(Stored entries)
_ _ _ _ _

// statesChoice is the choice of the number of states, where a range was scored.
func (c *chartPage) statesChoice(row int) (int, error) {
	f, st, r, w, name := c.f, c.st, c.r, c.w, c.name
	// 5. The choice of the number of states and of groups.
	// Shown when a range of numbers was scored (the Calinski–Harabasz rule); the valley rule's
	// merges are on the Choosing k sheet.
	top := row
	nc := len(r.States.Candidates)
	if nc > 0 {
		w.text(1, row, "States", st.headerNum)
		w.text(2, row, "Calinski–Harabasz", st.headerNum)
		w.text(3, row, "silhouette", st.headerNum)
		w.text(4, row, "Davies–Bouldin", st.headerNum)
	}
	for i, c := range r.States.Candidates {
		w.num(1, row+1+i, float64(c.K), st.integer)
		w.num(2, row+1+i, c.CalinskiHarabasz, st.dec2)
		w.num(3, row+1+i, c.Silhouette, st.dec3)
		w.num(4, row+1+i, c.DaviesBouldin, st.dec3)
	}
	if nc > 1 {
		ch := chart(excelize.Line, "Choosing the number of states: Calinski–Harabasz (larger is better)", []excelize.ChartSeries{
			lineSeries(name, 2, top, nc, 0)}, "number of states", "index")
		if err := f.AddChart(name, fmt.Sprintf("I%d", top), narrow(ch, false)); err != nil {
			return 0, err
		}
		ch2 := chart(excelize.Line, "Silhouette (larger is better) and Davies–Bouldin (smaller is better)", []excelize.ChartSeries{
			lineSeries(name, 3, top, nc, 1), lineSeries(name, 4, top, nc, 2)}, "number of states", "index")
		if err := f.AddChart(name, fmt.Sprintf("P%d", top), narrow(ch2, true)); err != nil {
			return 0, err
		}
	}
	if nc > 0 {
		row = max(row+nc+3, top+18)
	}
	return row, w.err
}

// groupsChoice is the choice of the number of groups by the method's criteria.
func (c *chartPage) groupsChoice(row int) (int, error) {
	f, st, r, w, name := c.f, c.st, c.r, c.w, c.name
	top := row
	w.pageBreak(row)
	ng := len(r.Grouping.Scores)
	w.text(1, row, "Groups", st.headerNum)
	if r.Grouping.Method == group.Mixture {
		// The mixture's number of groups is chosen by its criteria: the smaller, the better.
		w.text(2, row, "BIC", st.headerNum)
		w.text(3, row, "ICL", st.headerNum)
		for i, s := range r.Grouping.Scores {
			w.num(1, row+1+i, float64(s.K), st.integer)
			w.num(2, row+1+i, s.BIC, st.integer)
			w.num(3, row+1+i, s.ICL, st.integer)
		}
		if ng > 1 {
			ch := chart(excelize.Line, "Choosing the number of groups: BIC and ICL of the mixture (smaller is better)", []excelize.ChartSeries{
				lineSeries(name, 2, top, ng, 0), lineSeries(name, 3, top, ng, 1)}, "number of groups", "criterion")
			if err := f.AddChart(name, fmt.Sprintf("I%d", top), ch); err != nil {
				return 0, err
			}
		}
	} else {
		w.text(2, row, "gap", st.headerNum)
		w.text(3, row, "stability", st.headerNum)
		w.text(4, row, "silhouette", st.headerNum)
		for i, s := range r.Grouping.Scores {
			w.num(1, row+1+i, float64(s.K), st.integer)
			if ng > 1 {
				w.num(2, row+1+i, s.Gap, st.dec3)
				w.num(3, row+1+i, s.Stability, st.dec3)
			}
			w.num(4, row+1+i, s.Silhouette, st.dec3)
		}
		if ng > 1 {
			ch := chart(excelize.Line, "Choosing the number of groups: gap statistic, bootstrap stability, silhouette", []excelize.ChartSeries{
				lineSeries(name, 2, top, ng, 0), lineSeries(name, 3, top, ng, 1), lineSeries(name, 4, top, ng, 2)}, "number of groups", "value")
			if err := f.AddChart(name, fmt.Sprintf("I%d", top), ch); err != nil {
				return 0, err
			}
		}
	}
	row = max(row+ng+3, top+22)
	return row, w.err
}

// dendrogram is the dendrogram, as a picture.
func (c *chartPage) dendrogram(row int) (int, error) {
	f, st, r, w, name := c.f, c.st, c.r, c.w, c.name
	// 5b. The dendrogram, as a picture.
	png, caption, err := Dendrogram(r)
	if err != nil {
		return 0, err
	}
	if png != nil {
		w.text(1, row, caption, st.note)
		w.merge(row)
		if err := f.AddPictureFromBytes(name, fmt.Sprintf("I%d", row), &excelize.Picture{Extension: ".png", File: png,
			Format: &excelize.GraphicOptions{AltText: caption, ScaleX: 0.8, ScaleY: 0.8}}); err != nil {
			return 0, err
		}
		row += 24
	}
	w.pageBreak(row)
	return row, w.err
}

// silhouettes is the members' silhouettes, sorted within each group, one line per group.
func (c *chartPage) silhouettes(row int) (int, error) {
	f, st, r, w, name := c.f, c.st, c.r, c.w, c.name
	g := len(r.GroupNames)
	// 6. Members' silhouettes, sorted within each group (one series per group).
	top := row
	members := silhouetteBars(r)
	sampled := ""
	if len(r.Units) > maxSilhouetteBars {
		sampled = fmt.Sprintf(" (%d of %d members, at even steps of rank)", len(members), len(r.Units))
	}
	// One column per group, members best first; the rows are ranks within the group, so the
	// table is as long as the largest group, and the chart draws one line per group.
	byGroup := make([][]float64, g)
	for _, m := range members {
		byGroup[m.group] = append(byGroup[m.group], m.sil)
	}
	longest := 0
	for _, b := range byGroup {
		longest = max(longest, len(b))
	}
	w.text(1, row, "Rank in group", st.headerNum)
	for i := 0; i < g; i++ {
		w.text(2+i, row, r.GroupNames[i], st.headerNum)
	}
	for rank := 0; rank < longest; rank++ {
		w.num(1, row+1+rank, float64(rank+1), st.integer)
		for i, b := range byGroup {
			if rank < len(b) {
				w.num(2+i, row+1+rank, b[rank], st.dec3)
			}
		}
	}
	var series []excelize.ChartSeries
	for i := 0; i < g; i++ {
		series = append(series, excelize.ChartSeries{Name: ref(name, 2+i, top, 2+i, top), Categories: ref(name, 1, top+1, 1, top+longest),
			Values: ref(name, 2+i, top+1, 2+i, top+longest), Line: excelize.LineOptions{Type: excelize.LineSolid, Width: 2.25},
			Marker: excelize.ChartMarker{Symbol: "none"}, Fill: excelize.Fill{Type: "pattern", Pattern: 1, Color: []string{colour(i)}}})
	}
	// A scatter of lines: the ranks are numbers on the axis, labelled at round steps, where a
	// line chart's categories stacked one label per member.
	silChart := chart(excelize.Scatter, "Members' silhouettes, best first, by group"+sampled, series, "rank of the member in its group", "silhouette")
	if err := f.AddChart(name, fmt.Sprintf("I%d", top), silChart); err != nil {
		return 0, err
	}
	return row, w.err
}

func lineSeries(sheet string, col, top, n, c int) excelize.ChartSeries {
	return excelize.ChartSeries{Name: ref(sheet, col, top, col, top), Categories: ref(sheet, 1, top+1, 1, top+n), Values: ref(sheet, col, top+1, col, top+n),
		Line: excelize.LineOptions{Width: 2.25}, Marker: excelize.ChartMarker{Symbol: "circle", Size: 6, Fill: excelize.Fill{Type: "pattern", Pattern: 1, Color: []string{colour(c)}}},
		Fill: excelize.Fill{Type: "pattern", Pattern: 1, Color: []string{colour(c)}}}
}

// chart is a chart in the workbook's one font (Calibri, as the cells), with dark tick labels
// and a title on both axes. Bar charts (horizontal) list their categories from the top down,
// in the order of the table beside them; column charts put their category labels below the
// plot, clear of bars that go below zero.
func chart(kind excelize.ChartType, title string, series []excelize.ChartSeries, xTitle, yTitle string) *excelize.Chart {
	tick := excelize.Font{Family: "Calibri", Size: 10, Color: colInk}
	axisTitle := func(s string) excelize.ChartTitle {
		return excelize.ChartTitle{Paragraph: []excelize.RichTextRun{{Text: s, Font: &excelize.Font{Family: "Calibri", Size: 10, Color: colInk}}}}
	}
	ch := &excelize.Chart{
		Type:      kind,
		Series:    series,
		Title:     excelize.ChartTitle{Paragraph: []excelize.RichTextRun{{Text: title, Font: &excelize.Font{Family: "Calibri", Bold: true, Size: 12, Color: colInk}}}},
		Legend:    excelize.ChartLegend{Position: "bottom"},
		Dimension: excelize.ChartDimension{Width: 760, Height: 380},
		XAxis:     excelize.ChartAxis{Font: tick, Title: axisTitle(xTitle), TickLabelPosition: excelize.ChartTickLabelLow},
		YAxis:     excelize.ChartAxis{MajorGridLines: true, Font: tick, Title: axisTitle(yTitle)},
		PlotArea:  excelize.ChartPlotArea{ShowVal: false},
	}
	switch kind {
	case excelize.Bar, excelize.BarStacked, excelize.BarPercentStacked:
		ch.XAxis.ReverseOrder = true
	}
	return ch
}

// narrow makes a chart half width, for two side by side; without legend for a single series.
func narrow(ch *excelize.Chart, legend bool) *excelize.Chart {
	ch.Dimension = excelize.ChartDimension{Width: 420, Height: 300}
	if !legend {
		ch.Legend.Position = "none"
	}
	return ch
}

// ref is an absolute range on a sheet, as charts need it.
func ref(sheet string, c1, r1, c2, r2 int) string {
	a, _ := excelize.CoordinatesToCellName(c1, r1, true)
	b, _ := excelize.CoordinatesToCellName(c2, r2, true)
	return fmt.Sprintf("'%s'!%s:%s", sheet, a, b)
}

type cellWriter struct {
	f     *excelize.File
	sheet string
	err   error
}

func (w *cellWriter) text(col, row int, s string, style int) {
	w.set(col, row, s, style)
}

// merge joins columns A–G of a row, for a note that needs the width, and makes the row tall.
func (w *cellWriter) merge(row int) {
	if w.err == nil {
		w.err = w.f.MergeCell(w.sheet, fmt.Sprintf("A%d", row), fmt.Sprintf("G%d", row))
	}
	if w.err == nil {
		w.err = w.f.SetRowHeight(w.sheet, row, 45)
	}
}

// pageBreak starts a printed page at this row.
func (w *cellWriter) pageBreak(row int) {
	if w.err == nil {
		w.err = w.f.InsertPageBreak(w.sheet, fmt.Sprintf("A%d", row))
	}
}

func (w *cellWriter) num(col, row int, x float64, style int) {
	if math.IsNaN(x) || math.IsInf(x, 0) {
		return // not computed: left empty
	}
	w.set(col, row, x, style)
}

_ _ _ _ _

What is expected: Transcribe only, please, the lines from the first line of the records through the line with "the valley rule's". Both of those lines are included.

Your solution:
// statesChoice is the choice of the number of states, where a range was scored.
func (c *chartPage) statesChoice(row int) (int, error) {
	f, st, r, w, name := c.f, c.st, c.r, c.w, c.name
	// 5. The choice of the number of states and of groups.
	// Shown when a range of numbers was scored (the Calinski–Harabasz rule); the valley rule's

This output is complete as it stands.